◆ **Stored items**

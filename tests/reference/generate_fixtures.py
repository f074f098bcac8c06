#!/usr/bin/python3
"""Reference fixtures for the image-quality metrics and the centred FFT of k-space planner.

Run with Debian's interpreter and packages (python3-numpy, python3-scipy, python3-skimage):

    /usr/bin/python3 tests/reference/generate_fixtures.py

Writes tests/reference/fixtures/metrics.json and tests/reference/fixtures/fft-numpy.json.
Every input is drawn from a seeded numpy generator and quantised to integers times a power-of-two
scale, so the JSON stores short integers for the inputs and the TypeScript tests rebuild exactly the
same float64 values; outputs are written as shortest round-trip float64 literals (<= 17 digits).
"""

import json

import numpy as np
import scipy
import scipy.ndimage as ndi
import skimage
from skimage.metrics import normalized_root_mse, peak_signal_noise_ratio, structural_similarity

from fixture_io import interleave, write


# Image values are integers times 2^-10; FFT inputs integers times 2^-9 (exact in float64).
IMAGE_SCALE = 2.0**-10
FFT_SCALE = 2.0**-9

# HFEN filter: the 15x15 Laplacian of Gaussian, sigma 1.5 px, of Ravishankar & Bresler 2011.
# gaussian_laplace's kernel radius is int(truncate * sigma + 0.5); truncate 4.8 gives radius 7,
# i.e. 15 taps (scipy's default truncate 4.0 would give 13).
LOG_SIGMA = 1.5
LOG_TRUNCATE = 4.8
LOG_RADIUS = 7


def quantise(values, scale):
    return np.rint(np.asarray(values) / scale).astype(np.int64)


def smooth_image(rng, ny, nx, blobs=6):
    """Non-negative smooth image: Gaussian blobs plus a gentle cosine ramp."""
    yy, xx = np.mgrid[0:ny, 0:nx].astype(float)
    image = 0.2 + 0.1 * np.cos(2 * np.pi * xx / nx) * np.cos(np.pi * yy / ny)
    for _ in range(blobs):
        cy, cx = rng.uniform(0, ny), rng.uniform(0, nx)
        width = rng.uniform(2.0, max(ny, nx) / 4)
        image += rng.uniform(0.2, 0.8) * np.exp(-((yy - cy) ** 2 + (xx - cx) ** 2) / (2 * width**2))
    return image


def piecewise_image(rng, ny, nx):
    """Piecewise-constant image of rectangles and discs (sharp edges)."""
    yy, xx = np.mgrid[0:ny, 0:nx].astype(float)
    image = np.full((ny, nx), 0.1)
    for _ in range(4):
        y0, x0 = rng.integers(0, ny - 4), rng.integers(0, nx - 4)
        h, w = rng.integers(4, ny // 2), rng.integers(4, nx // 2)
        image[y0 : y0 + h, x0 : x0 + w] += rng.uniform(0.2, 0.6)
    for _ in range(3):
        cy, cx, r = rng.uniform(0, ny), rng.uniform(0, nx), rng.uniform(3, min(ny, nx) / 4)
        image[(yy - cy) ** 2 + (xx - cx) ** 2 <= r * r] += rng.uniform(0.1, 0.4)
    return image


def disc_mask(ny, nx, radius_fraction=0.4):
    yy, xx = np.mgrid[0:ny, 0:nx].astype(float)
    r = radius_fraction * min(ny, nx)
    return ((yy - ny // 2) ** 2 + (xx - nx // 2) ** 2 <= r * r).astype(np.int64)


def log_zero_sum_kernel_sum():
    """Sum of gaussian_laplace's own 15x15 kernel, read off its response to a centred delta."""
    delta = np.zeros((31, 31))
    delta[15, 15] = 1.0
    response = ndi.gaussian_laplace(delta, sigma=LOG_SIGMA, mode='constant', truncate=LOG_TRUNCATE)
    support = np.argwhere(response != 0)
    assert support.min() == 15 - LOG_RADIUS and support.max() == 15 + LOG_RADIUS, 'kernel must be 15x15'
    return response.sum()


KERNEL_SUM = log_zero_sum_kernel_sum()


def gaussian_laplace_reflect(image):
    """scipy's LoG, sigma 1.5, 15 taps, 'reflect' boundary (half-sample symmetric extension)."""
    return ndi.gaussian_laplace(image, sigma=LOG_SIGMA, mode='reflect', truncate=LOG_TRUNCATE)


def log_zero_sum(image):
    """The project's HFEN filter: the same kernel minus its mean over the 15x15 support.

    Subtracting the constant c = sum(K) / 225 from every tap equals subtracting sum(K) times the
    15x15 moving average, which uniform_filter computes with the same 'reflect' boundary.
    """
    width = 2 * LOG_RADIUS + 1
    return gaussian_laplace_reflect(image) - KERNEL_SUM * ndi.uniform_filter(image, size=width, mode='reflect')


def hfen(estimate, reference, log, mask=None):
    difference = log(estimate) - log(reference)
    base = log(reference)
    if mask is not None:
        difference, base = difference[mask], base[mask]
    return float(np.linalg.norm(difference) / np.linalg.norm(base))


def ssim_skimage(estimate, reference, data_range, mask=None):
    """skimage SSIM as Wang et al. 2004: Gaussian window sigma 1.5 (11 taps), population covariance."""
    value, smap = structural_similarity(
        reference,
        estimate,
        gaussian_weights=True,
        sigma=1.5,
        use_sample_covariance=False,
        data_range=data_range,
        full=True,
    )
    if mask is None:
        return float(value)
    # skimage averages the map after cropping (11 - 1) / 2 = 5 pixels from every side.
    pad = 5
    inner = smap[pad:-pad, pad:-pad]
    inner_mask = mask[pad:-pad, pad:-pad]
    return float(inner[inner_mask].mean(dtype=np.float64))


def metric_case(name, reference, estimate, mask=None, extra_data_range=None):
    ref_q = quantise(reference, IMAGE_SCALE)
    est_q = quantise(estimate, IMAGE_SCALE)
    ref = ref_q * IMAGE_SCALE
    est = est_q * IMAGE_SCALE
    ny, nx = ref.shape
    peak = float(np.abs(ref).max())
    data_range = float(ref.max() - ref.min())
    case = {
        'name': name,
        'ny': ny,
        'nx': nx,
        'reference': ref_q.ravel().tolist(),
        'estimate': est_q.ravel().tolist(),
        'ssimDataRange': data_range,
        'ssim': ssim_skimage(est, ref, data_range),
        'psnrPeak': peak,
        'psnr': float(peak_signal_noise_ratio(ref, est, data_range=peak)),
        'nrmse': float(normalized_root_mse(ref, est, normalization='euclidean')),
        'hfen': hfen(est, ref, log_zero_sum),
        'hfenGaussianLaplace': hfen(est, ref, gaussian_laplace_reflect),
    }
    if extra_data_range is not None:
        case['ssimExplicit'] = {
            'dataRange': extra_data_range,
            'ssim': ssim_skimage(est, ref, extra_data_range),
        }
    if mask is not None:
        selected = mask.astype(bool)
        case['mask'] = mask.ravel().tolist()
        case['masked'] = {
            'ssim': ssim_skimage(est, ref, data_range, selected),
            'psnr': float(peak_signal_noise_ratio(ref[selected], est[selected], data_range=peak)),
            'nrmse': float(normalized_root_mse(ref[selected], est[selected], normalization='euclidean')),
            'hfen': hfen(est, ref, log_zero_sum, selected),
        }
    return case


def metric_cases():
    cases = []

    rng = np.random.default_rng(101)
    ref = smooth_image(rng, 48, 64)
    est = np.abs(ref + rng.normal(0, 0.05, ref.shape))
    cases.append(metric_case('smooth-noise-48x64', ref, est, extra_data_range=1.0))

    rng = np.random.default_rng(202)
    ref = piecewise_image(rng, 37, 41)
    est = ndi.gaussian_filter(ref, 1.0, mode='reflect')
    cases.append(metric_case('piecewise-blurred-37x41', ref, est))

    rng = np.random.default_rng(303)
    ref = smooth_image(rng, 32, 40) + np.abs(rng.normal(0, 0.02, (32, 40)))
    cases.append(metric_case('offset-32x40', ref, ref + 0.125))

    rng = np.random.default_rng(404)
    ref = smooth_image(rng, 64, 64, blobs=10)
    est = np.abs(ref + rng.normal(0, 0.2, ref.shape) + 1j * rng.normal(0, 0.2, ref.shape))
    cases.append(metric_case('heavy-noise-64x64', ref, est))

    rng = np.random.default_rng(505)
    ref = rng.uniform(0, 1, (11, 13))
    est = np.abs(ref + rng.normal(0, 0.1, ref.shape))
    cases.append(metric_case('minimal-11x13', ref, est))

    rng = np.random.default_rng(606)
    ref = piecewise_image(rng, 41, 37) + smooth_image(rng, 41, 37, blobs=3)
    est = np.abs(ndi.gaussian_filter(ref, 0.7) + rng.normal(0, 0.03, ref.shape))
    cases.append(metric_case('masked-41x37', ref, est, mask=disc_mask(41, 37)))
    return cases


def log_filter_case():
    """A 6x5 image, smaller than the 15-tap kernel, to pin the repeated 'reflect' extension."""
    rng = np.random.default_rng(707)
    image_q = quantise(rng.uniform(0, 1, (6, 5)), IMAGE_SCALE)
    image = image_q * IMAGE_SCALE
    return {
        'ny': 6,
        'nx': 5,
        'image': image_q.ravel().tolist(),
        'gaussianLaplace': gaussian_laplace_reflect(image).ravel().tolist(),
        'zeroSum': log_zero_sum(image).ravel().tolist(),
    }


def centred_fft(x, inverse=False):
    transform = np.fft.ifft2 if inverse else np.fft.fft2
    return np.fft.fftshift(transform(np.fft.ifftshift(x), norm='ortho'))


def fft_cases():
    cases = []
    rng = np.random.default_rng(808)
    for ny, nx in [(8, 8), (7, 5), (12, 20), (33, 31), (64, 48), (1, 9)]:
        q = quantise(rng.uniform(-1, 1, (ny, nx, 2)), FFT_SCALE)
        x = (q[..., 0] + 1j * q[..., 1]) * FFT_SCALE
        cases.append(
            {
                'ny': ny,
                'nx': nx,
                'input': interleave(q[..., 0] + 1j * q[..., 1]).astype(np.int64).tolist(),
                'forward': interleave(centred_fft(x)).tolist(),
                'inverse': interleave(centred_fft(x, inverse=True)).tolist(),
            }
        )
    return cases


def main():
    versions = {'numpy': np.__version__, 'scipy': scipy.__version__, 'skimage': skimage.__version__}
    write(
        'metrics.json',
        {
            'generator': 'tests/reference/generate_fixtures.py',
            'versions': versions,
            'imageScale': IMAGE_SCALE,
            'conventions': {
                'ssim': 'skimage.metrics.structural_similarity(reference, estimate, gaussian_weights=True, '
                'sigma=1.5, use_sample_covariance=False, data_range=max-min of reference); '
                'masked: mean of the full=True map over mask pixels after cropping 5 from every side',
                'psnr': 'skimage.metrics.peak_signal_noise_ratio(reference, estimate, data_range=max|reference|); '
                'masked: same on the mask pixels, peak still max|reference| over the whole image',
                'nrmse': "skimage.metrics.normalized_root_mse(reference, estimate, normalization='euclidean')",
                'hfen': 'norm(L(estimate) - L(reference)) / norm(L(reference)), L = '
                "scipy.ndimage.gaussian_laplace(sigma=1.5, truncate=4.8 (15 taps), mode='reflect') "
                "minus kernelSum * scipy.ndimage.uniform_filter(size=15, mode='reflect') (zero-sum kernel)",
                'hfenGaussianLaplace': 'same ratio with L = scipy.ndimage.gaussian_laplace alone',
            },
            'logKernelSum': float(KERNEL_SUM),
            'cases': metric_cases(),
            'logFilter': log_filter_case(),
        },
    )
    write(
        'fft-numpy.json',
        {
            'generator': 'tests/reference/generate_fixtures.py',
            'versions': versions,
            'inputScale': FFT_SCALE,
            'convention': "forward = fftshift(fft2(ifftshift(x), norm='ortho')), "
            "inverse = fftshift(ifft2(ifftshift(x), norm='ortho')); arrays interleaved re/im, row-major",
            'cases': fft_cases(),
        },
    )


if __name__ == '__main__':
    main()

◆ **ABOUT THIS EXERCISE**
In the data above, each line holding "delta" is to be found and copied.

◆ **RESULT**
    """Sum of gaussian_laplace's own 15x15 kernel, read off its response to a centred delta."""
    delta = np.zeros((31, 31))
    delta[15, 15] = 1.0
    response = ndi.gaussian_laplace(delta, sigma=LOG_SIGMA, mode='constant', truncate=LOG_TRUNCATE)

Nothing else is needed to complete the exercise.